At the beginning of the summer, I gave a keynote at the virtual Digital Humanities Summer Institute (DHSI) with Erica Cavanaugh, on graceful degradation in collaborative relationships. I also attended and livetweeted the other keynotes (which happened daily), winning a Twitter award from DHSI in the process.

The major conference of my summer was ACH 2021, which was held online. In addition to moderating a number of panels (including one by Merve Tekgürler from Stanford's History department, about Ottoman Turkish HTR), I was on a panel with Lisa Spiro, Geoffrey Rockwell, Frank Fischer, Edward Gray, and Alex Gil about DH directories. Admittedly, though, my favorite talk was an "other presentation format", where Liz Grumbach, Merve Tekgürler, and I did a "report from the field" where we interviewed people about their DH work while running around in a grassy field in Animal Crossing: New Horizons. I also decorated my Animal Crossing island as a real conference space, with different lunch options each day and a large coffee station.

Continuing in that spirit, we also gave a presentation -- again in Animal Crossing, projected as my Zoom video -- about the "Animal Crossing: New Digital Humanities" talk series for the Japanese Association for Digital Humanities (JADH) conference in September. Those were our only two ACNDigHum events for the summer, but our schedule is filling up for fall talks.

Finally, this summer I also got to experience my first (virtual) book launch event, for "We are the Baby-Sitters Club" (ed. Marisa Crawford and Megan Milks), where the Data-Sitters Club wrote a chapter. I also got to enjoy the eerie experience of hearing your own words (a personal childhood narrative, no less) read by another person in audiobook form. (Whichever of the many readers was assigned my segment did an excellent job.)

Other things

I did a daylong Intermediate Tableau workshop this summer, which inspired me to offer at some point this year a more focused Tableau workshop specifically for scholars visualizing research.

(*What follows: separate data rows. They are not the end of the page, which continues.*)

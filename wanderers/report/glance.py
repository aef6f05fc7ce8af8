"""At a glance: the few facts of a span that most readers look for first."""

from __future__ import annotations

from dataclasses import dataclass
from typing import Final

import polars as pl

from wanderers.ephemeris.bodies import PLANETS, Body
from wanderers.events.kinds import Kind
from wanderers.report import facts, site_words, words
from wanderers.site.visibility import Verdict

CLOSE_DEG: Final = 1.0
NONE_FOUND: Final = "none in this span"


@dataclass(frozen=True, slots=True)
class Glance:
    """One line of the list.

    Attributes:
        label: what was looked for.
        what: what was found, or that nothing was.
        when: instant in UTC to the minute, empty when nothing was found.
        figures: separation, elongation, magnitude in words.
        caution: what must be said beside it.
        event_id: the row it comes from.
        local: the instant by the site's clock, and when to watch; empty without a site.
    """

    label: str
    what: str
    when: str = ""
    figures: str = ""
    caution: str = ""
    event_id: str = ""
    local: str = ""


def at_a_glance(
    events: pl.DataFrame, seasons: pl.DataFrame, jd_from: float, kinds: tuple[Kind, ...]
) -> tuple[Glance, ...]:
    """Return the list for the events and seasons of a span that begins at ``jd_from``.

    Lines about kinds of events that were not asked for are left out.
    """
    meetings = Kind.CONJUNCTION in kinds or Kind.APPULSE in kinds
    seen = "verdict" in events.columns
    return (
        _turned_back(seasons, jd_from),
        *(_line(first.title, events.filter(first.rule)) for first in FIRSTS if first.kind in kinds),
        *([_closest(events)] if meetings else []),
        *(_watchable_pairs(events) if meetings and seen else []),
        *(_stations(events) if seen else []),
    )


def _watchable_pairs(events: pl.DataFrame) -> list[Glance]:
    """Return the lines for the closest pairs that a site can watch."""
    seen = events.filter(pl.col("verdict") != Verdict.NOT_VISIBLE.value)
    pairs = seen.filter(IS_MEETING, OTHER_IS_PLANET).sort("seen_separation_deg", "jd_tt", nulls_last=True)
    return [
        _line("Closest pair to watch from here", pairs.head(1)),
        _line("Closest two planets to watch from here", pairs.filter(IS_PLANET).head(1)),
    ]


def _stations(events: pl.DataFrame) -> list[Glance]:
    """Return the lines for each planet's next station, with what a site sees of it."""
    next_ones = ((body, events.filter(IS_STATION, pl.col("body") == body.value)) for body in PLANETS)
    return [_line(f"Next station of {body.label}", own) for body, own in next_ones if not own.is_empty()]


@dataclass(frozen=True, slots=True)
class First:
    """A line that tells the earliest event that fits a rule."""

    title: str
    kind: Kind
    rule: pl.Expr


IS_PLANET: Final = pl.col("body").is_in([body.value for body in PLANETS])
OTHER_IS_PLANET: Final = pl.col("other").is_in([body.value for body in PLANETS])
IS_CLOSE: Final = (pl.col("kind") == Kind.CONJUNCTION) & (pl.col("separation_deg") < CLOSE_DEG)
IS_INFERIOR: Final = (pl.col("kind") == Kind.SOLAR_CONJUNCTION) & (pl.col("detail") == "inferior")
IS_STATION: Final = pl.col("kind") == Kind.STATION
IS_OCCULTATION: Final = pl.col("kind") == Kind.OCCULTATION
IS_MEETING: Final = pl.col("kind").is_in([Kind.CONJUNCTION, Kind.APPULSE])
DARK: Final = pl.col("elongation_deg") - pl.col("separation_deg").fill_null(0.0) >= words.NEAR_SUN_DEG

FIRSTS: Final = (
    First("Next station", Kind.STATION, IS_STATION),
    First("Next opposition", Kind.OPPOSITION, pl.col("kind") == Kind.OPPOSITION),
    First("Next greatest elongation", Kind.GREATEST_ELONGATION, pl.col("kind") == Kind.GREATEST_ELONGATION),
    First("Next inferior conjunction", Kind.SOLAR_CONJUNCTION, IS_INFERIOR),
    First("Next conjunction under 1 degree", Kind.CONJUNCTION, IS_CLOSE),
    First("Next of two planets under 1 degree", Kind.CONJUNCTION, IS_CLOSE & IS_PLANET & OTHER_IS_PLANET),
    First("Next transit", Kind.TRANSIT, pl.col("kind") == Kind.TRANSIT),
    First("Next occultation of a planet", Kind.OCCULTATION, IS_OCCULTATION & OTHER_IS_PLANET),
)


def _turned_back(seasons: pl.DataFrame, jd_from: float) -> Glance:
    """Say which planets are retrograde when the span begins."""
    now = seasons.filter(
        (pl.col("station_retrograde_jd_tt") <= jd_from) & (pl.col("station_direct_jd_tt") > jd_from)
    )
    names = tuple(body.label for body in Body if body.value in now["body"].to_list())
    return Glance("Retrograde as the span begins", words.listed(names) or "no planet")


def _closest(events: pl.DataFrame) -> Glance:
    """Return the line for the closest meeting of two planets that the Sun's glare does not hide."""
    met = events.filter(IS_MEETING & IS_PLANET & OTHER_IS_PLANET & DARK)
    title = f"Closest pair of planets, {words.NEAR_SUN_DEG:.0f} degrees or more from the Sun"
    return _line(title, met.sort("separation_deg", "jd_tt").head(1))


def _line(title: str, found: pl.DataFrame) -> Glance:
    if found.is_empty():
        return Glance(title, NONE_FOUND)
    event = found.row(0, named=True)
    figures = (
        f"{event['elongation_deg']:.1f}° from the Sun" if event["elongation_deg"] is not None else "",
        f"magnitude {facts.signed(event['magnitude'], 1)}" if event["magnitude"] is not None else "",
    )
    return Glance(
        title,
        words.summary(event),
        facts.minute(event["utc"]),
        ", ".join(filter(None, figures)),
        facts.note(event),
        event["event_id"],
        _local(event),
    )


def _local(event: words.Event) -> str:
    """Return an instant by the site's clock, and when to watch."""
    if not site_words.has_view(event):
        return ""
    local_time = words.minute(f"{event['local_date']}T{event['local_time']}")
    instant = f"{local_time} local"
    if not site_words.is_watchable(event):
        return f"{instant}; not to be seen from {event['site']}: {event['verdict_reason']}"
    best = site_words.local(event["best_local"])
    night = site_words.night_words(event["evening_date"], best)
    return f"{instant}; watch {night} at {site_words.clock(best)}"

I also did a couple workshops on machine learning classification algorithms, which I'm hoping to put into practice for a couple different projects.

I attended talks and sent feedback on the job searches for the Middle East curator and Scholarly Communications Director positions in the Library.

Finally, this writeup would be incomplete without mentioning two major losses within the US-based DH community this summer, both from cancer: Rebecca Munson and Scott Enderle. I knew them both from the internet, but it's a reminder that internet friendships are still very real. Rebecca is the reason my hair is partly purple; Data-Sitters Club #8: Text-Comparison-Algorithm-Crazy Quinn wouldn't have been possible without Scott. Matthew Lincoln has written a beautiful tribute to Rebecca, and Ben Schmidt has done the same for Scott; both are very much worth reading and remembering.

I kicked off this fall with having to rethink my major plans, after not getting enough enrollment for my DH RPG project management course. As such, the fall remains very much a work in progress, but one I look forward to sharing here.